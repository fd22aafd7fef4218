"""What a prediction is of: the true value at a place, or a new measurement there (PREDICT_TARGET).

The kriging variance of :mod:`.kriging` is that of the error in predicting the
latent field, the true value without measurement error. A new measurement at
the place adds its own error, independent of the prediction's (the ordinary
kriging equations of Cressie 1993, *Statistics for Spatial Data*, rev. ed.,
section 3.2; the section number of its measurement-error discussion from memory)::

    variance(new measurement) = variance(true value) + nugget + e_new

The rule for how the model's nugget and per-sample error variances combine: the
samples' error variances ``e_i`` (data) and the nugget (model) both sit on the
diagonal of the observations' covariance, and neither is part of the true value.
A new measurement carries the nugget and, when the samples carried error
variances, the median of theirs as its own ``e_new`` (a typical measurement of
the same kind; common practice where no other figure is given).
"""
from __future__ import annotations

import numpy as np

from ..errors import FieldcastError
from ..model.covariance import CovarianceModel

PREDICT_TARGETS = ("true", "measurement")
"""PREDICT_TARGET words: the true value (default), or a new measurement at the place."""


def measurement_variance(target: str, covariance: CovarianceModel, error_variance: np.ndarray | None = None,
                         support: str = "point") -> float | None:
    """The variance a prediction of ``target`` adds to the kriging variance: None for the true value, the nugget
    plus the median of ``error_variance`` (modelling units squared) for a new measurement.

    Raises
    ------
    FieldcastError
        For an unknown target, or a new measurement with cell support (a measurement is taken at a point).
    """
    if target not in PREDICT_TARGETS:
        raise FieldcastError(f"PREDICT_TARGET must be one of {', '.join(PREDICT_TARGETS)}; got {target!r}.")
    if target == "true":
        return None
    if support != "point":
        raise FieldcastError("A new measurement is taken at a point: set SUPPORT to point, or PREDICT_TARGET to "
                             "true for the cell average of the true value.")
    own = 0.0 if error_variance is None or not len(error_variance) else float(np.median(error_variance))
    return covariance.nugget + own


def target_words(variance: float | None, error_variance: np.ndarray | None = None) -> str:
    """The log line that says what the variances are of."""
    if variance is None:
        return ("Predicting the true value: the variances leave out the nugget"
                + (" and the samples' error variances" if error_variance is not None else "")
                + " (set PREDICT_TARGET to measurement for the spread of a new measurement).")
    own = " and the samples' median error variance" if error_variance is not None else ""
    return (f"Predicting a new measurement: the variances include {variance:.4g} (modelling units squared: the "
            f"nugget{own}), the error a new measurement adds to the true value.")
+ + + +
● Description of the task: Could you set down, word for word, only the lines above from the line with "diagonal of the" to the line with "from __future__ import annotations", including both?

● Solution to this task:
diagonal of the observations' covariance, and neither is part of the true value.
A new measurement carries the nugget and, when the samples carried error
variances, the median of theirs as its own ``e_new`` (a typical measurement of
the same kind; common practice where no other figure is given).
"""
from __future__ import annotations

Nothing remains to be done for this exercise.